The primary outcome was SpO2. Secondary outcomes were VT, respiratory rate, heart rate, pain, exertion, and dyspnea. The primary outcome (SpO2) and heart rate were measured with a pulse oximeter device (Rad-5v; Masimo, Irvine, USA) on the index finger of the patient’s right hand. Values were recorded immediately before and after the exercises as well as the highest value during four minutes of rest following the exercises. VT and respiratory rate were recorded continuously throughout the whole study procedure (see section below) using a portable spirometer (Spiropalm 6MWT; Cosmed, Rome, Italy) connected to an oronasal silicone mask (7350 series; Hans Rudolph Inc, Shawnee, KS, USA). For the analysis of VT and respiratory rate, the mean values of the last minute before and the first minute after the exercises was used. Values during exercise are based on mean values representing the total time frame used for performing the exercise. Endpoint values are based on mean values in the fourth minute after performing the last exercise of the test session.

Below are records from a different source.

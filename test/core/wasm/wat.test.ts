/**
 * The committed kernel bytes (src/core/wasm/modules.ts) against their WebAssembly text
 * (src/core/wasm/wat/*.wat): reassembled with wabt from npm (the generator's assembler) and, as an
 * outside check, with Debian's /usr/bin/wat2wasm (the wabt package, a separate build) when it is
 * installed. A .wat edited without `npm run wasm`, or a hand edit of modules.ts, fails here.
 */
import { spawnSync } from 'node:child_process';
import { existsSync, mkdtempSync, readFileSync } from 'node:fs';
import { tmpdir } from 'node:os';
import { join } from 'node:path';
import { describe, expect, it } from 'vitest';
import { FFT_WASM, GEMM_WASM, LAGSUM_WASM, REORTH_WASM, SIMD_PROBE_WASM, VARIANCE_WASM } from '../../../src/core/wasm/modules.ts';
import { assemble, buildModules, MODULES_FILE, WAT_DIR, WAT_SOURCES } from '../../tooling/wasm.ts';

const DEBIAN_WAT2WASM = '/usr/bin/wat2wasm';

const COMMITTED: Record<(typeof WAT_SOURCES)[number]['constant'], Uint8Array<ArrayBuffer>> = {
  SIMD_PROBE_WASM,
  VARIANCE_WASM,
  GEMM_WASM,
  FFT_WASM,
  LAGSUM_WASM,
  REORTH_WASM,
};

describe('WebAssembly text → committed bytes', () => {
  it.each(WAT_SOURCES)('$file reassembles (wabt, npm) to the committed $constant, which validates', async ({ file, constant }) => {
    const committed = COMMITTED[constant];
    expect(Array.from(await assemble(file))).toEqual(Array.from(committed));
    expect(WebAssembly.validate(committed)).toBe(true);
  });

  it('src/core/wasm/modules.ts is exactly what `npm run wasm` writes', async () => {
    expect(readFileSync(MODULES_FILE, 'utf8')).toBe(await buildModules());
  });

  it.skipIf(!existsSync(DEBIAN_WAT2WASM)).each(WAT_SOURCES)('$file: Debian wat2wasm gives the same bytes', ({ file, constant }) => {
    const out = join(mkdtempSync(join(tmpdir(), 'wat-')), 'out.wasm');
    const run = spawnSync(DEBIAN_WAT2WASM, [WAT_DIR + file, '-o', out], { encoding: 'utf8' });
    expect(run.status, run.stderr).toBe(0);
    expect(Array.from(readFileSync(out))).toEqual(Array.from(COMMITTED[constant]));
  });
});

The patients rated pain, exertion and dyspnea by pointing at a numeric rating scale (NRS) ranging from 0 (none at all) to 10 (worst imaginable). After completion of the endpoint measurement, patients were asked to localize the pain experienced. Baseline characteristics of patients and surgical data were retrieved from medical records.

Study procedure

Baseline measurements of SpO2, VT, respiratory rate and heart rate were carried out after resting for at least 10 min lying in bed in a supine position, with approximately 30 degrees head of bed elevation. After the supine rest, the patients were mobilized to a sitting upright position on the edge of the bed and rested for four minutes. Immediately before the first series of elevations, assessments of SpO2, VT, respiratory rate, heart rate, pain, exertion and dyspnea were conducted and repeated immediately after the exercises. VT was measured continuously during the interventions. After a wash-out period of four minutes with the patient remaining in a sitting upright position on the edge of the bed, the measurements were repeated the same way for the second set of elevations. After another four minutes’ wash-out period, an endpoint measurement was performed. During resting periods, the patient was instructed to sit and rest without talking. The study procedure took maximally 30 min to complete.

Statistical analysis

The number of patients in this study was determined based on a study by Fjerbaek et al. [22], which demonstrated that mobilization from supine to sitting led to a significant improvement in SpO2, and a study on the immediate effects of deep breathing exercises on oxygenation after cardiac surge [17]. With regard to the power calculations for crossover designs aiming at 80% power (α = 5%), at least 18 patients were required for this study considering a SD of ± 1.4 and a mean difference of 1% in SpO2 between interventions. To compensate for potential dropouts, another four patients were included.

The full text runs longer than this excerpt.